CallStack - OTWD!FDebug::AssertFailed() [c:\jenkins\workspace\otwd-win\ue4\engine\source\runtime\core\private\misc\assertionmacros.cpp:414]
OTWD!UActorChannel::CleanupReplicators() [c:\jenkins\workspace\otwd-win\ue4\engine\source\runtime\engine\private\datachannel.cpp:1567]
OTWD!UNetDriver::Shutdown() [c:\jenkins\workspace\otwd-win\ue4\engine\source\runtime\engine\private\networkdriver.cpp:1167]
OTWD!DestroyNamedNetDriver_Local() [c:\jenkins\workspace\otwd-win\ue4\engine\source\runtime\engine\private\unrealengine.cpp:9399]
OTWD!UEngine::ShutdownWorldNetDriver() [c:\jenkins\workspace\otwd-win\ue4\engine\source\runtime\engine\private\unrealengine.cpp:9231]
OTWD!UEngine::LoadMap() [c:\jenkins\workspace\otwd-win\ue4\engine\source\runtime\engine\private\unrealengine.cpp:10352]
OTWD!UEngine::Browse() [c:\jenkins\workspace\otwd-win\ue4\engine\source\runtime\engine\private\unrealengine.cpp:9971]
OTWD!UEngine::TickWorldTravel() [c:\jenkins\workspace\otwd-win\ue4\engine\source\runtime\engine\private\unrealengine.cpp:10189]
OTWD!UGameEngine::Tick() [c:\jenkins\workspace\otwd-win\ue4\engine\source\runtime\engine\private\gameengine.cpp:1211]
OTWD!FEngineLoop::Tick() [c:\jenkins\workspace\otwd-win\ue4\engine\source\runtime\launch\private\launchengineloop.cpp:3301]
OTWD!GuardedMain() [c:\jenkins\workspace\otwd-win\ue4\engine\source\runtime\launch\private\launch.cpp:166]
OTWD!GuardedMainWrapper() [c:\jenkins\workspace\otwd-win\ue4\engine\source\runtime\launch\private\windows\launchwindows.cpp:134]
OTWD!WinMain() [c:\jenkins\workspace\otwd-win\ue4\engine\source\runtime\launch\private\windows\launchwindows.cpp:210]
OTWD!__scrt_common_main_seh() [f:\dd\vctools\crt\vcstartup\src\startup\exe_common.inl:253]
kernel32
ntdll

Crash callstack leads to line with for iterator:

oid UActorChannel::CleanupReplicators( const bool bKeepReplicators )
{
	// Cleanup or save replicators
	for ( auto CompIt = ReplicationMap.CreateIterator(); CompIt; ++CompIt )
	{
             if ( bKeepReplicators && CompIt.Value()->GetObject() != nullptr )

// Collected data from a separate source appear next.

'use client';

import { zodResolver } from '@hookform/resolvers/zod';
import { useMutation } from '@tanstack/react-query';
import { useRouter } from 'next/navigation';
import { createContext, use, useState } from 'react';
import { useForm } from 'react-hook-form';
import { toast } from 'sonner';

import { Button } from '@/components/ui/button';
import { FormAlert } from '@/components/ui/form-alert';
import { ApiError, errorMessage } from '@/lib/api/client';
import type { BoardDto } from '@/lib/boards/types';
import type { IssuePreview } from '@/lib/boards/review-types';

import { postComment, postReturn } from '../api/review-api';
import { commentInputSchema, type CommentInput } from '../types/schemas';
import { IssueDialog } from './issue-dialog';

/*
 * The review page's client parts besides its ways table (ways-table.tsx). The page itself is
 * rendered on the server (review-view.tsx); these are the controls that need the browser: the
 * decision (return, approve) and the comment forms.
 */

/** Whether the return form is open: shared by the header's button and the form below it. */
const ReturningContext = createContext<{ returning: boolean; setReturning: (v: boolean) => void }>({
  returning: false,
  setReturning: () => {},
});

/** Holds the decision's state for the buttons in the header and the return form below. */
export function DecisionArea({ children }: { children: React.ReactNode }) {
  const [returning, setReturning] = useState(false);
  return <ReturningContext value={{ returning, setReturning }}>{children}</ReturningContext>;
}

/** Return to draft and Approve and issue, with the issue confirmation. */
export function DecisionButtons({
  board,
  issue,
}: {
  board: Pick<BoardDto, 'id' | 'name' | 'siteName' | 'location'>;
  issue: IssuePreview;
}) {
  const { returning, setReturning } = use(ReturningContext);
  const [issuing, setIssuing] = useState(false);
  return (
    <>
      <Button variant="secondary" onClick={() => setReturning(!returning)}>
        Return to draft
      </Button>
      <Button onClick={() => setIssuing(true)} disabled={!!issue.refusal}>
        Approve and issue
      </Button>
      <IssueDialog open={issuing} onClose={() => setIssuing(false)} board={board} issue={issue} />
    </>
  );
}

/** The return form, shown when Return to draft is pressed. */
export function ReturnForm({ boardId }: { boardId: string }) {
  const router = useRouter();
  const { returning, setReturning } = use(ReturningContext);
  const [closing, setClosing] = useState('');
  const giveBack = useMutation({
    mutationFn: () => postReturn(boardId, { comment: closing.trim() || undefined }),
    onSuccess: () => {
      toast.success('Returned to draft. The designer has been e-mailed.');
      setReturning(false);
      setClosing('');
      router.refresh();
    },
  });
  const returnIssue =
    giveBack.error instanceof ApiError ? giveBack.error.issues.find((i) => i.path === 'comment') : undefined;
  if (!returning) return null;
  return (
    <div className="space-y-2 rounded-card border border-line bg-paper-raised p-4">
      <label className="block text-sm font-medium text-ink">
        What needs changing (sent to the designer with the comments below)
        <textarea
          value={closing}
          onChange={(e) => setClosing(e.target.value)}
          rows={3}
          aria-invalid={!!returnIssue}
          className="mt-1 w-full rounded-md border border-line-strong bg-paper px-3 py-2 text-sm focus:border-copper focus:outline-none"
        />
      </label>
      {giveBack.isError ? <FormAlert>{returnIssue?.message ?? errorMessage(giveBack.error)}</FormAlert> : null}
      <Button variant="danger" onClick={() => giveBack.mutate()} disabled={giveBack.isPending}>
        {giveBack.isPending ? 'Returning…' : 'Return with comments'}
      </Button>
    </div>
  );
}

/** A comment on the board (wayId null) or on one way. */
export function CommentForm({ boardId, wayId, label }: { boardId: string; wayId: string | null; label: string }) {
  const router = useRouter();
  const form = useForm<CommentInput>({ resolver: zodResolver(commentInputSchema), defaultValues: { wayId, body: '' } });
  const send = useMutation({
    mutationFn: (input: CommentInput) => postComment(boardId, input),
    onSuccess: () => {
      form.reset({ wayId, body: '' });
      router.refresh();
    },
  });
  const error = form.formState.errors.body?.message;
  return (
    <form className="space-y-2" onSubmit={form.handleSubmit((v) => send.mutate(v))} noValidate>
      <label className="block text-sm font-medium text-ink">
        {label}
        <textarea
          {...form.register('body')}
          rows={2}
          aria-invalid={!!error}
          className="mt-1 w-full rounded-md border border-line-strong bg-paper-raised px-3 py-2 text-sm focus:border-copper focus:outline-none"
        />
      </label>
      {error ? <p className="text-xs font-medium text-verdict-fail">{error}</p> : null}
      {send.isError ? <FormAlert>{errorMessage(send.error)}</FormAlert> : null}
      <Button type="submit" size="sm" variant="secondary" disabled={send.isPending}>
        {send.isPending ? 'Adding…' : 'Add comment'}
      </Button>
    </form>
  );
}
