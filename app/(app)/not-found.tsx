import { NotFoundMessage } from '@/components/layout/not-found-message';

/** A board, site or page of the signed-in app that is not there: inside the app's own frame. */
export default function NotFound() {
  return (
    <div className="py-10">
      <NotFoundMessage />
    </div>
  );
}
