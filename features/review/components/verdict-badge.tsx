import { CircleCheck, CircleX, TriangleAlert } from 'lucide-react';

import { cn } from '@/lib/cn';
import type { Verdict } from '@/lib/sizing';

const looks: Record<Verdict, { word: string; icon: typeof CircleCheck; tone: string }> = {
  passes: { word: 'Passes', icon: CircleCheck, tone: 'text-verdict-pass bg-verdict-pass-bg' },
  'near-limit': { word: 'Near limit', icon: TriangleAlert, tone: 'text-verdict-near bg-verdict-near-bg' },
  fails: { word: 'Fails', icon: CircleX, tone: 'text-verdict-fail bg-verdict-fail-bg' },
};

/** A way's verdict by icon, colour and word. */
export function VerdictBadge({ verdict }: { verdict: Verdict | null }) {
  if (!verdict) return <span className="text-xs text-ink-faint">No circuit</span>;
  const { word, icon: Icon, tone } = looks[verdict];
  return (
    <span className={cn('inline-flex items-center gap-1 rounded-full px-2 py-0.5 text-xs font-medium', tone)}>
      <Icon aria-hidden className="h-3.5 w-3.5" />
      {word}
    </span>
  );
}
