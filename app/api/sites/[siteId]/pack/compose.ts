import 'server-only';

import pMap from 'p-map';

import { printPdfBytes, printSitePackPages } from '@/features/schedule/print/print-files';
import { printThreads } from '@/features/schedule/print/print-pool';
import type { Actor } from '@/lib/auth/session';
import { getScheduleSource } from '@/lib/dal/schedule-source';
import { sitePackData } from '@/lib/dal/site-supply';
import { conflict } from '@/lib/errors';
import { joinPdfs } from '@/lib/pdf/join-pdfs';

/**
 * The site pack as one PDF: its own pages (the diagram and the values carried to each board,
 * rendered in the print pool), then each board's schedule (the stored file of an issued
 * revision, else the live draft rendered in the print pool), joined with pdf-lib.
 * The schedules go to the pool as many at a time as it has threads: all at once, a site of more
 * boards than the pool's queue holds (8) was refused as "busy" however quiet the server was.
 */
export async function composeSitePack(
  actor: Actor,
  siteId: string,
): Promise<{ pdf: Uint8Array; fileName: string; siteName: string; boardCount: number }> {
  const data = await sitePackData(actor, siteId);
  if (!data.boardIds.length) throw conflict('This site has no boards to print yet.');
  // Everything renders in the print pool: the pack's own pages and the schedules
  const [own, schedules] = await Promise.all([
    printSitePackPages(data.site, data.siteName),
    pMap(
      data.boardIds,
      async (boardId) => (await printPdfBytes('schedule', await getScheduleSource(actor, boardId))).pdf,
      { concurrency: printThreads() },
    ),
  ]);
  const pdf = await joinPdfs([own.pdf, ...schedules], `Site pack: ${data.siteName}`);
  return { pdf, fileName: own.fileName, siteName: data.siteName, boardCount: data.boardIds.length };
}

Crash reason is out of bounds array index

Is it something with iterator implementation in this case? I can’t imagine how for line can crash with empty arrays. Or can it be just access to the invalid object, and the line is wrong just because of optimization level? This bug is very hard to reproduce, and we don’t have resources to catch it on the level without optimization.

Top level code causing the crash is the code from the patch:

		for (auto It = ServerConnection->ActorChannels.CreateIterator(); It; ++It)
		{
			UActorChannel* Channel = It.Value();
			if (Channel)
			{
				Channel->CleanupReplicators();
			}
		}

Maybe I should add some additional checks somewhere?

Answers.Archive · September 11, 2018, 8:54pm

Thanks a lot.

PS I am on my way in restoring perforce access to avoid this problems in the future.

Answers.Archive · September 11, 2018, 8:54pm

Hello,

Thanks for the fix!
One issue. It’s not enough to:

RepLayoutMap.Remove(Level->LevelScriptActor->GetClass());

You should also remove all replicated functions/events:

for (auto Func : TFieldRange(LevelScriptActor->GetClass(), EFieldIteratorFlags::ExcludeSuper))
{
	if (Func && Func->HasAnyFunctionFlags(EFunctionFlags::FUNC_Net))
	{
		RepLayoutMap.Remove(Func);
	}
}

LMK if it makes sense.
Cheers,
M

Answers.Archive · September 11, 2018, 8:54pm

That does indeed make sense, thanks for catching it! For reference, I’ve entered a bug to get this fixed in a future engine release, UE-60086.

Answers.Archive · September 11, 2018, 8:54pm

Hi Dmitry,

Apologies for the delay. I have not seen this particular crash before while testing the fix, although the test case examples originally used were very simple.

I suspect that you are correct and that code optimization is giving you a misleading crash line; it is more likely that the array assertion is being hit from within one of the cleanup calls. Either that, or the actor channel array is being modified unexpectedly in the midst of the iteration. If you are able to find consistent repro steps that would be helpful for tracking this down, and in the meantime I’ll take a look again in a 4.20 build.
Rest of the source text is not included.